In next-door Lebanon, where Syria deploys 30,000 troops ostensibly to keep the peace, that view resonates.

"No question, the fig leaf has been Israel," says a Lebanese analyst in Beirut. "The [Syrian] regime fabricated its legitimacy under that fig leaf. Assad used the discourse of war to block any discourse rejecting his policy. It worked."

Syria's case is even more complex, however, due to a mixture of endless anti-Israel rhetoric, years as a client of the former Soviet Union during the cold war, ruthless suppression of internal threats, the advent of rural development and universal education, and the Assad's transformation of Syria into a regional power.

"The Arab-Israel crisis in many ways defined the Assad regime because it was the central issue on his agenda, other than stability and survival," says Edward Djerejian, a former US ambassador to Syria and director of the Baker Institute at Rice University in Houston.

But among Arab nations, "you still have authoritarian rule without the justification of an immediate threat."

For 20 years, Syria was "the prototype coup state," he says, so Assad's first priority was to consolidate power using the multi-confessional Baath Party to create a political system backed up by an array of intelligence services.

"With or without Israel, the regime - at least as Assad developed it - would have been very much the same," Mr. Djerejian says. "Now, whether there would have been more voices for opening up, and economic and social reforms and liberalization, I don't know. But certainly, we can see those now being manifest."
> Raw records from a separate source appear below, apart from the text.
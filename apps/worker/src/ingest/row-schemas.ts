import { z } from 'zod';
import {
  isFormulaLike,
  stripControlCharacters,
  type RowError,
  type RowErrorCode,
} from '@plumbline/contracts';
import { parseDecimal, parseWholeNumber } from './numbers.ts';
import { IssueFlag, reject, type Ctx } from './row-issues.ts';
import { plausibleFigure, plausibleSummary, shown } from './plausibility.ts';
import { parseMeasuredAt } from './timestamps.ts';
import { normalizeUnit, type Conversion, type UnitConverter } from './units.ts';

export { IssueFlag };

/** A lab's procedure as the rows refer to it by code. */
export type ProcedureInfo = {
  id: string;
  code: string;
  labId: string;
  analyteId: string;
  analyteName: string;
  /** The analyte's canonical UCUM unit: values are stored in it. */
  analyteUnit: string;
  molarMass: number | null;
  /** Plausibility limits of the analyte in `analyteUnit` (null: no limit on that side). */
  plausibleLow: number | null;
  plausibleHigh: number | null;
  plausibilitySource: string | null;
  /** Whether the quantity can be below zero; when not, a monthly mean must be > 0. */
  allowsNegative: boolean;
};
export type LotInfo = { id: string; lotNumber: string; levels: readonly number[] };
/** `signedOff`: the uploading lab's supervisor has signed this month off, so its data is read-only. */
export type PeriodInfo = { period: string; state: 'open' | 'closed' | 'published'; signedOff?: boolean };

/** What the rows are checked against: the lab's procedures, the known lots and periods, the file's number style. */
export type RowContext = {
  decimalComma: boolean;
  procedures: ReadonlyMap<string, ProcedureInfo>;
  lots: ReadonlyMap<string, LotInfo>;
  periods: ReadonlyMap<string, PeriodInfo>;
  units: UnitConverter;
  /** The network's settings: highest CV (%) and n of a monthly summary. */
  limits: { maxCvPct: number; maxN: number };
};

export const MAX_COMMENT_LENGTH = 500;
const PERIOD = /^(\d{4})-(0[1-9]|1[0-2])$/;

/**
 * The rows are checked with one zod schema per file kind: an object of text cells, then one transform
 * that checks every cell (in column order, all problems of a row reported) and resolves codes to the
 * catalogue. Field-by-field zod pipes cost several times more per row; a file can have a million rows.
 *
 * The transform's body is `checkValueCells` / `checkSummaryCells`, which only ever call `addIssue` on
 * their context. The ingest worker calls them directly with an `IssueFlag` for every row (no zod
 * object is built per row), and runs the zod schema only for a row that got an issue, to report it:
 * the same checks decide in both cases.
 */

/** The trimmed text of a required cell. */
function requiredText(ctx: Ctx, column: string, text: string): string | undefined {
  const value = text.trim();
  if (value === '') return reject(ctx, column, 'required', `${column} is empty`);
  return value;
}

function wholeNumberCell(
  ctx: Ctx,
  column: string,
  text: string,
  min: number,
  tooSmall: RowErrorCode,
): number | undefined {
  const t = requiredText(ctx, column, text);
  if (t === undefined) return undefined;
  const value = parseWholeNumber(t);
  if (value === null) return reject(ctx, column, 'invalid_integer', `${column} "${t}" is not a whole number`);
  if (value < min) return reject(ctx, column, tooSmall, `${column} must be at least ${min}, got ${value}`);
  return value;
}

function decimalCell(ctx: Ctx, column: string, text: string, context: RowContext): number | undefined {
  const t = requiredText(ctx, column, text);
  if (t === undefined) return undefined;
  const value = parseDecimal(t, context.decimalComma);
  if (value === null) {
    const hint =
      !context.decimalComma && /^[+-]?\d+,\d+$/.test(t)
        ? ' (a decimal comma is read only in semicolon-separated files; use a decimal point)'
        : '';
    return reject(ctx, column, 'invalid_number', `${column} "${t}" is not a number${hint}`);
  }
  return value;
}

/**
 * Codes never start with a character that makes a spreadsheet run the cell as a formula: such a cell
 * is refused, not stored (OWASP, "CSV Injection").
 */
function codeText(ctx: Ctx, column: string, text: string): string | undefined {
  const value = requiredText(ctx, column, text);
  if (value === undefined) return undefined;
  if (isFormulaLike(value)) {
    return reject(
      ctx,
      column,
      'formula_like',
      `${column} "${value}" starts with "${value[0]}", which a spreadsheet would run as a formula; codes cannot start with =, +, - or @`,
    );
  }
  return value;
}

function procedureCell(ctx: Ctx, text: string, context: RowContext): ProcedureInfo | undefined {
  const code = codeText(ctx, 'procedure', text);
  if (code === undefined) return undefined;
  const procedure = context.procedures.get(code) ?? context.procedures.get(code.toUpperCase());
  if (!procedure) {
    return reject(
      ctx,
      'procedure',
      'unknown_procedure',
      `"${code}" is not a registered measurement procedure of this lab`,
    );
  }
  return procedure;
}

function lotCell(ctx: Ctx, text: string, context: RowContext): LotInfo | undefined {
  const lotNumber = codeText(ctx, 'control_lot', text);
  if (lotNumber === undefined) return undefined;
  const lot = context.lots.get(lotNumber);
  if (!lot)
    return reject(
      ctx,
      'control_lot',
      'unknown_control_lot',
      `control lot "${lotNumber}" is not in the network's catalogue`,
    );
  return lot;
}

const signedOffMessage = (period: string) =>
  `${period} has been signed off by your lab's supervisor; its data can no longer change`;

function periodCell(ctx: Ctx, text: string, context: RowContext): PeriodInfo | undefined {
  const value = requiredText(ctx, 'period', text);
  if (value === undefined) return undefined;
  if (!PERIOD.test(value))
    return reject(ctx, 'period', 'invalid_period', `period "${value}" is not a month written as YYYY-MM`);
  const period = context.periods.get(value);
  if (!period) return reject(ctx, 'period', 'unknown_period', `${value} is not a cycle of the network`);
  if (period.signedOff) return reject(ctx, 'period', 'period_signed_off', signedOffMessage(value));
  return period;
}

function unitCell(ctx: Ctx, text: string, context: RowContext): string | undefined {
  const value = requiredText(ctx, 'unit', text);
  if (value === undefined) return undefined;
  const unit = normalizeUnit(value);
  const problem = context.units.problemWithUnit(unit);
  if (problem) return reject(ctx, 'unit', 'invalid_unit', problem);
  return unit;
}

/** Level known for the lot, and a unit convertible to the analyte's: the conversion, or null after adding issues. */
function levelAndUnit(
  ctx: Ctx,
  row: { procedure: ProcedureInfo; lot: LotInfo; level: number; unit: string },
  context: RowContext,
): Conversion | null {
  const levelKnown = row.lot.levels.includes(row.level);
  if (!levelKnown) {
    reject(
      ctx,
      'level',
      'unknown_level',
      `control lot ${row.lot.lotNumber} has levels ${row.lot.levels.join(', ')}, not ${row.level}`,
    );
  }
  const conversion = context.units.conversion(row.unit, row.procedure.analyteUnit, row.procedure.molarMass);
  if ('problem' in conversion) {
    reject(
      ctx,
      'unit',
      'unit_not_convertible',
      `${conversion.problem} (${row.procedure.analyteName} is stored in ${row.procedure.analyteUnit})`,
    );
    return null;
  }
  return levelKnown ? conversion : null;
}

export type SummaryRow = {
  procedure: ProcedureInfo;
  lot: LotInfo;
  level: number;
  period: PeriodInfo;
  n: number;
  /** In the analyte's canonical unit. */
  mean: number;
  sd: number;
};

const summaryCells = z.object({
  period: z.string(),
  procedure: z.string(),
  control_lot: z.string(),
  level: z.string(),
  n: z.string(),
  mean: z.string(),
  sd: z.string(),
  unit: z.string(),
});

export type SummaryCells = z.infer<typeof summaryCells>;

/** A qc-summary row: period, procedure, control_lot, level, n, mean, sd, unit. */
export function summaryRowSchema(context: RowContext) {
  return summaryCells.transform((cells, ctx): SummaryRow => checkSummaryCells(cells, ctx, context));
}

/** The checks of a qc-summary row; after an issue the result is not a row (z.NEVER). */
export function checkSummaryCells(cells: SummaryCells, ctx: Ctx, context: RowContext): SummaryRow {
  const period = periodCell(ctx, cells.period, context);
  const procedure = procedureCell(ctx, cells.procedure, context);
  const lot = lotCell(ctx, cells.control_lot, context);
  const level = wholeNumberCell(ctx, 'level', cells.level, 1, 'invalid_integer');
  const n = wholeNumberCell(ctx, 'n', cells.n, 2, 'n_too_small');
  const mean = decimalCell(ctx, 'mean', cells.mean, context);
  let sd = decimalCell(ctx, 'sd', cells.sd, context);
  const unit = unitCell(ctx, cells.unit, context);
  if (sd !== undefined && !(sd > 0))
    sd = reject(ctx, 'sd', 'sd_not_positive', `sd must be greater than 0, got ${sd}`);
  if (
    !period ||
    !procedure ||
    !lot ||
    level === undefined ||
    n === undefined ||
    mean === undefined ||
    unit === undefined
  ) {
    return z.NEVER;
  }
  const conversion = levelAndUnit(ctx, { procedure, lot, level, unit }, context);
  if (!conversion || sd === undefined) return z.NEVER;
  const converted = {
    mean: conversion.factor * mean + conversion.offset,
    sd: Math.abs(conversion.factor) * sd,
  };
  if (!plausibleSummary(ctx, { procedure, n, ...converted }, context)) return z.NEVER;
  return { procedure, lot, level, period, n, ...converted };
}

export type ValueRow = {
  procedure: ProcedureInfo;
  lot: LotInfo;
  level: number;
  period: PeriodInfo;
  measuredAtMs: number;
  /** In the analyte's canonical unit. */
  value: number;
  run: string | null;
  comment: string | null;
};

const valueCells = z.object({
  measured_at: z.string(),
  procedure: z.string(),
  control_lot: z.string(),
  level: z.string(),
  value: z.string(),
  unit: z.string(),
  run: z.string(),
  comment: z.string(),
});

function measuredAtCell(
  ctx: Ctx,
  text: string,
  context: RowContext,
): { ms: number; period: PeriodInfo } | undefined {
  const value = requiredText(ctx, 'measured_at', text);
  if (value === undefined) return undefined;
  const parsed = parseMeasuredAt(value);
  if ('problem' in parsed) return reject(ctx, 'measured_at', 'invalid_timestamp', parsed.problem);
  const period = context.periods.get(parsed.period);
  if (!period) {
    return reject(
      ctx,
      'measured_at',
      'unknown_period',
      `${parsed.period} (the month of ${value}) is not a cycle of the network`,
    );
  }
  if (period.signedOff)
    return reject(ctx, 'measured_at', 'period_signed_off', signedOffMessage(parsed.period));
  return { ms: parsed.ms, period };
}

export type ValueCells = z.infer<typeof valueCells>;

/** A qc-values row: measured_at, procedure, control_lot, level, value, unit, run, comment. */
export function valueRowSchema(context: RowContext) {
  return valueCells.transform((cells, ctx): ValueRow => checkValueCells(cells, ctx, context));
}

/** The checks of a qc-values row; after an issue the result is not a row (z.NEVER). */
export function checkValueCells(cells: ValueCells, ctx: Ctx, context: RowContext): ValueRow {
  const measuredAt = measuredAtCell(ctx, cells.measured_at, context);
  const procedure = procedureCell(ctx, cells.procedure, context);
  const lot = lotCell(ctx, cells.control_lot, context);
  const level = wholeNumberCell(ctx, 'level', cells.level, 1, 'invalid_integer');
  const value = decimalCell(ctx, 'value', cells.value, context);
  const unit = unitCell(ctx, cells.unit, context);
  const run = cells.run.trim() === '' ? null : codeText(ctx, 'run', cells.run);
  let comment: string | null | undefined = cells.comment.trim() || null;
  if (comment && comment.length > MAX_COMMENT_LENGTH) {
    comment = reject(ctx, 'comment', 'too_long', `comment is longer than ${MAX_COMMENT_LENGTH} characters`);
  }
  // Free text keeps its meaning: a comment a spreadsheet would run as a formula is stored behind an
  // apostrophe (OWASP's neutralisation), and its control characters are dropped.
  if (comment) comment = neutraliseText(comment);
  if (
    !measuredAt ||
    !procedure ||
    !lot ||
    level === undefined ||
    value === undefined ||
    unit === undefined ||
    run === undefined ||
    comment === undefined
  ) {
    return z.NEVER;
  }
  const conversion = levelAndUnit(ctx, { procedure, lot, level, unit }, context);
  if (!conversion) return z.NEVER;
  const converted = conversion.factor * value + conversion.offset;
  if (!plausibleFigure(ctx, 'value', converted, procedure)) return z.NEVER;
  if (!procedure.allowsNegative && converted < 0) {
    reject(
      ctx,
      'value',
      'implausible_value',
      `${procedure.analyteName} cannot be negative, got ${shown(converted)} ${procedure.analyteUnit}`,
    );
    return z.NEVER;
  }
  return {
    procedure,
    lot,
    level,
    period: measuredAt.period,
    measuredAtMs: measuredAt.ms,
    value: converted,
    run,
    comment,
  };
}

/** A free-text cell as stored: no control characters, and a formula-like start behind an apostrophe. */
export function neutraliseText(text: string): string {
  const clean = stripControlCharacters(text);
  return isFormulaLike(clean) ? `'${clean}` : clean;
}

/** zod issues of one row → row errors naming the file's own column header. */
export function rowErrorsOf(
  issues: readonly z.core.$ZodIssue[],
  line: number,
  headerOf: (canonical: string) => string | null,
): RowError[] {
  return issues.map((issue) => {
    const canonical = typeof issue.path[0] === 'string' ? issue.path[0] : null;
    const params = (issue as { params?: { code?: RowErrorCode } }).params;
    const column = canonical ? (headerOf(canonical) ?? canonical) : null;
    return {
      row: line,
      column,
      code: params?.code ?? 'required',
      message: params?.code ? issue.message : `${canonical ?? 'a value'} is missing or not text`,
    };
  });
}
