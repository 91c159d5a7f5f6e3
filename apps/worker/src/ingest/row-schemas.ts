import { z } from 'zod';
import type { RowError, RowErrorCode } from '@plumbline/contracts';
import { parseDecimal, parseWholeNumber } from './numbers.ts';
import { parseMeasuredAt } from './timestamps.ts';
import { normalizeUnit, type UnitConverter } from './units.ts';

/** A lab's procedure as the rows refer to it by code. */
export type ProcedureInfo = {
  id: string;
  code: string;
  labId: string;
  analyteId: string;
  analyteName: string;
  /** The analyte's canonical UCUM unit: values are stored in it. */
  analyteUnit: string;
  molarMass: number | null;
};
export type LotInfo = { id: string; lotNumber: string; levels: readonly number[] };
export type PeriodInfo = { period: string; state: 'open' | 'closed' | 'published' };

/** What the rows are checked against: the lab's procedures, the known lots and periods, the file's number style. */
export type RowContext = {
  decimalComma: boolean;
  procedures: ReadonlyMap<string, ProcedureInfo>;
  lots: ReadonlyMap<string, LotInfo>;
  periods: ReadonlyMap<string, PeriodInfo>;
  units: UnitConverter;
};

export const MAX_COMMENT_LENGTH = 500;
const PERIOD = /^(\d{4})-(0[1-9]|1[0-2])$/;

/** Adds an issue carrying our row error code; zod keeps the field path. */
function reject(ctx: z.RefinementCtx, code: RowErrorCode, message: string, path?: string[]): typeof z.NEVER {
  ctx.addIssue({ code: 'custom', message, params: { code }, ...(path ? { path } : {}) });
  return z.NEVER;
}

const cell = z.string().optional().default('');

const required = (name: string) =>
  cell.transform((text, ctx) => {
    const value = text.trim();
    if (value === '') return reject(ctx, 'required', `${name} is empty`);
    return value;
  });

const wholeNumber = (name: string, min: number, tooSmall: RowErrorCode) =>
  required(name).transform((text, ctx) => {
    const value = parseWholeNumber(text);
    if (value === null) return reject(ctx, 'invalid_integer', `${name} "${text}" is not a whole number`);
    if (value < min) return reject(ctx, tooSmall, `${name} must be at least ${min}, got ${value}`);
    return value;
  });

const decimal = (name: string, context: RowContext) =>
  required(name).transform((text, ctx) => {
    const value = parseDecimal(text, context.decimalComma);
    if (value === null) {
      const hint = !context.decimalComma && /^\s*[+-]?\d+,\d+\s*$/.test(text)
        ? ' (a decimal comma is read only in semicolon-separated files; use a decimal point)'
        : '';
      return reject(ctx, 'invalid_number', `${name} "${text}" is not a number${hint}`);
    }
    return value;
  });

const procedureField = (context: RowContext) =>
  required('procedure').transform((code, ctx) => {
    const procedure = context.procedures.get(code) ?? context.procedures.get(code.toUpperCase());
    if (!procedure) {
      return reject(ctx, 'unknown_procedure', `"${code}" is not a registered measurement procedure of this lab`);
    }
    return procedure;
  });

const lotField = (context: RowContext) =>
  required('control_lot').transform((lotNumber, ctx) => {
    const lot = context.lots.get(lotNumber);
    if (!lot) return reject(ctx, 'unknown_control_lot', `control lot "${lotNumber}" is not in the network's catalogue`);
    return lot;
  });

const periodField = (context: RowContext) =>
  required('period').transform((text, ctx) => {
    if (!PERIOD.test(text)) return reject(ctx, 'invalid_period', `period "${text}" is not a month written as YYYY-MM`);
    const period = context.periods.get(text);
    if (!period) return reject(ctx, 'unknown_period', `${text} is not a cycle of the network`);
    return period;
  });

const unitField = (context: RowContext) =>
  required('unit').transform((text, ctx) => {
    const unit = normalizeUnit(text);
    const problem = context.units.problemWithUnit(unit);
    if (problem) return reject(ctx, 'invalid_unit', problem);
    return unit;
  });

/** Level known for the lot, and a unit convertible to the analyte's: the conversion, or null after adding issues. */
function checkLevelAndUnit(
  row: { procedure: ProcedureInfo; control_lot: LotInfo; level: number; unit: string },
  context: RowContext,
  ctx: z.RefinementCtx,
) {
  const levelKnown = row.control_lot.levels.includes(row.level);
  if (!levelKnown) {
    reject(
      ctx,
      'unknown_level',
      `control lot ${row.control_lot.lotNumber} has levels ${row.control_lot.levels.join(', ')}, not ${row.level}`,
      ['level'],
    );
  }
  const conversion = context.units.conversion(row.unit, row.procedure.analyteUnit, row.procedure.molarMass);
  if ('problem' in conversion) {
    reject(ctx, 'unit_not_convertible', `${conversion.problem} (${row.procedure.analyteName} is stored in ${row.procedure.analyteUnit})`, ['unit']);
    return null;
  }
  return levelKnown ? conversion : null;
}

export type SummaryRow = {
  procedure: ProcedureInfo;
  lot: LotInfo;
  level: number;
  period: PeriodInfo;
  n: number;
  /** In the analyte's canonical unit. */
  mean: number;
  sd: number;
};

/** A qc-summary row: period, procedure, control_lot, level, n, mean, sd, unit. */
export function summaryRowSchema(context: RowContext) {
  return z
    .object({
      period: periodField(context),
      procedure: procedureField(context),
      control_lot: lotField(context),
      level: wholeNumber('level', 1, 'invalid_integer'),
      n: wholeNumber('n', 2, 'n_too_small'),
      mean: decimal('mean', context),
      sd: decimal('sd', context),
      unit: unitField(context),
    })
    .transform((row, ctx): SummaryRow => {
      const sdPositive = row.sd > 0;
      if (!sdPositive) reject(ctx, 'sd_not_positive', `sd must be greater than 0, got ${row.sd}`, ['sd']);
      const conversion = checkLevelAndUnit(row, context, ctx);
      if (!conversion || !sdPositive) return z.NEVER;
      return {
        procedure: row.procedure,
        lot: row.control_lot,
        level: row.level,
        period: row.period,
        n: row.n,
        mean: conversion.factor * row.mean + conversion.offset,
        sd: Math.abs(conversion.factor) * row.sd,
      };
    });
}

export type ValueRow = {
  procedure: ProcedureInfo;
  lot: LotInfo;
  level: number;
  period: PeriodInfo;
  measuredAtMs: number;
  /** In the analyte's canonical unit. */
  value: number;
  run: string | null;
  comment: string | null;
};

/** A qc-values row: measured_at, procedure, control_lot, level, value, unit, run, comment. */
export function valueRowSchema(context: RowContext) {
  return z
    .object({
      measured_at: required('measured_at').transform((text, ctx) => {
        const parsed = parseMeasuredAt(text);
        if ('problem' in parsed) return reject(ctx, 'invalid_timestamp', parsed.problem);
        const period = context.periods.get(parsed.period);
        if (!period) return reject(ctx, 'unknown_period', `${parsed.period} (the month of ${text}) is not a cycle of the network`);
        return { ms: parsed.ms, period };
      }),
      procedure: procedureField(context),
      control_lot: lotField(context),
      level: wholeNumber('level', 1, 'invalid_integer'),
      value: decimal('value', context),
      unit: unitField(context),
      run: cell.transform((t) => t.trim() || null),
      comment: cell.transform((text, ctx) => {
        const t = text.trim();
        if (t.length > MAX_COMMENT_LENGTH) return reject(ctx, 'too_long', `comment is longer than ${MAX_COMMENT_LENGTH} characters`);
        return t || null;
      }),
    })
    .transform((row, ctx): ValueRow => {
      const conversion = checkLevelAndUnit(row, context, ctx);
      if (!conversion) return z.NEVER;
      return {
        procedure: row.procedure,
        lot: row.control_lot,
        level: row.level,
        period: row.measured_at.period,
        measuredAtMs: row.measured_at.ms,
        value: conversion.factor * row.value + conversion.offset,
        run: row.run,
        comment: row.comment,
      };
    });
}

/** zod issues of one row → row errors naming the file's own column header. */
export function rowErrorsOf(
  issues: readonly z.core.$ZodIssue[],
  line: number,
  headerOf: (canonical: string) => string | null,
): RowError[] {
  return issues.map((issue) => {
    const canonical = typeof issue.path[0] === 'string' ? issue.path[0] : null;
    const params = (issue as { params?: { code?: RowErrorCode } }).params;
    const column = canonical ? (headerOf(canonical) ?? canonical) : null;
    return {
      row: line,
      column,
      code: params?.code ?? 'required',
      message: params?.code ? issue.message : `${canonical ?? 'a value'} is missing or not text`,
    };
  });
}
The idea that the echoes of Al-Nakba might one day wane were first sounded after the 1978 Camp David peace agreement between Egypt's Anwar Sadat and Israel's Menachem Begin. It received further currency in 1993, when Israel's Yitzak Rabin and the Palestinian leader Yasser Arafat signed the Oslo Accord. Once foes, the four leaders were later awarded the Nobel Peace Prizes. One result of peace, noted a French analyst in 1993, was that "an important foundation of authoritarianism in the Arab world is going to disappear."